## EXERCISE BRIEF
Please retype the material beneath this task exactly, starting with its first line and finishing with the line containing "super().__init__(message)".

## SOURCE INFORMATION
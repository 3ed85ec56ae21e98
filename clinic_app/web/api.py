"""The JSON API under /api/v1/. Every error has one shape:
``{"error": {"code": "...", "message": "...", "fields": {...}}}``.
"""

from __future__ import annotations

from functools import wraps

from flask import Blueprint, g, jsonify, request
from flask_wtf.csrf import generate_csrf

from clinic_app import clock
from clinic_app.i18n import _
from clinic_app.web import auth, public
from clinic_app.web.csrf import csrf

bp = Blueprint("api", __name__, url_prefix="/api/v1")


def api_error(status: int, code: str, message: str, fields: dict | None = None):
    """A JSON error response in the API's one shape."""
    response = jsonify({"error": {"code": code, "message": str(message),
                                  "fields": {k: str(v) for k, v in (fields or {}).items()}}})
    response.status_code = status
    return response


def json_body() -> dict:
    """The request's JSON object, or an ApiError when the body is not a JSON object."""
    data = request.get_json(silent=True)
    if not isinstance(data, dict):
        raise ApiError(400, "bad_json", _("The request body must be a JSON object."))
    return data


class ApiError(Exception):
    """Raise inside an API view to answer with the JSON error shape."""

    def __init__(self, status: int, code: str, message: str, fields: dict | None = None):
        super().__init__(message)
        self.status, self.code, self.message, self.fields = status, code, message, fields


@bp.errorhandler(ApiError)
def _api_error(exc: ApiError):
    return api_error(exc.status, exc.code, exc.message, exc.fields)


def api_roles_required(*roles: str):
    """Allow only these roles on an API view; others get 403 in the JSON error shape."""

    def decorator(view):
        @wraps(view)
        def wrapped(*args, **kwargs):
            if g.get("user") is None:
                return api_error(401, "login_required", _("Please log in first."))
            if g.user["role"] not in roles:
                return api_error(403, "forbidden", _("Your role may not do this."))
            return view(*args, **kwargs)
        wrapped.allowed_roles = roles
        return wrapped
    return decorator


def user_json(user) -> dict:
    return {"username": user["username"], "role": user["role"],
            "display_name": user["display_name"], "area": user["area"]}


@bp.get("/ping")
@public
def ping():
    return jsonify({"ok": True, "time": clock.iso(clock.now())})


@bp.post("/login")
@public
@csrf.exempt
def login():
    data = json_body()
    username, password = data.get("username"), data.get("password")
    fields = {}
    if not isinstance(username, str) or not username.strip():
        fields["username"] = _("Enter your user name.")
    if not isinstance(password, str) or not password:
        fields["password"] = _("Enter your password.")
    if fields:
        return api_error(422, "invalid_input", _("Some fields are missing."), fields)
    outcome, user = auth.attempt_login(username.strip(), password)
    if outcome == "throttled":
        return api_error(429, "too_many_attempts",
                         _("Too many failed attempts. Wait a minute and try again."))
    if outcome != "ok":
        return api_error(401, "bad_login", _("Wrong user name or password."))
    auth.start_session(user)
    return jsonify({"user": user_json(user), "csrf_token": generate_csrf()})


@bp.post("/logout")
def logout():
    auth.end_session()
    return jsonify({"ok": True})


@bp.get("/me")
def me():
    return jsonify({"user": user_json(g.user), "csrf_token": generate_csrf()})


# Route modules that extend this blueprint (imported last: they need `bp` defined above).
from clinic_app.web import api_sync  # noqa: E402,F401
from clinic_app.web import openapi  # noqa: E402,F401
from clinic_app.web import api_clinical  # noqa: E402,F401
from clinic_app.web import api_followup  # noqa: E402,F401
from clinic_app.web import api_tallies  # noqa: E402,F401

## RESPONSE TO THE EXERCISE
repository 3ed85ec56ae21e98
filename clinic_app/web/api.py
"""The JSON API under /api/v1/. Every error has one shape:
``{"error": {"code": "...", "message": "...", "fields": {...}}}``.
"""

from __future__ import annotations

from functools import wraps

from flask import Blueprint, g, jsonify, request
from flask_wtf.csrf import generate_csrf

from clinic_app import clock
from clinic_app.i18n import _
from clinic_app.web import auth, public
from clinic_app.web.csrf import csrf

bp = Blueprint("api", __name__, url_prefix="/api/v1")


def api_error(status: int, code: str, message: str, fields: dict | None = None):
    """A JSON error response in the API's one shape."""
    response = jsonify({"error": {"code": code, "message": str(message),
                                  "fields": {k: str(v) for k, v in (fields or {}).items()}}})
    response.status_code = status
    return response


def json_body() -> dict:
    """The request's JSON object, or an ApiError when the body is not a JSON object."""
    data = request.get_json(silent=True)
    if not isinstance(data, dict):
        raise ApiError(400, "bad_json", _("The request body must be a JSON object."))
    return data


class ApiError(Exception):
    """Raise inside an API view to answer with the JSON error shape."""

    def __init__(self, status: int, code: str, message: str, fields: dict | None = None):
        super().__init__(message)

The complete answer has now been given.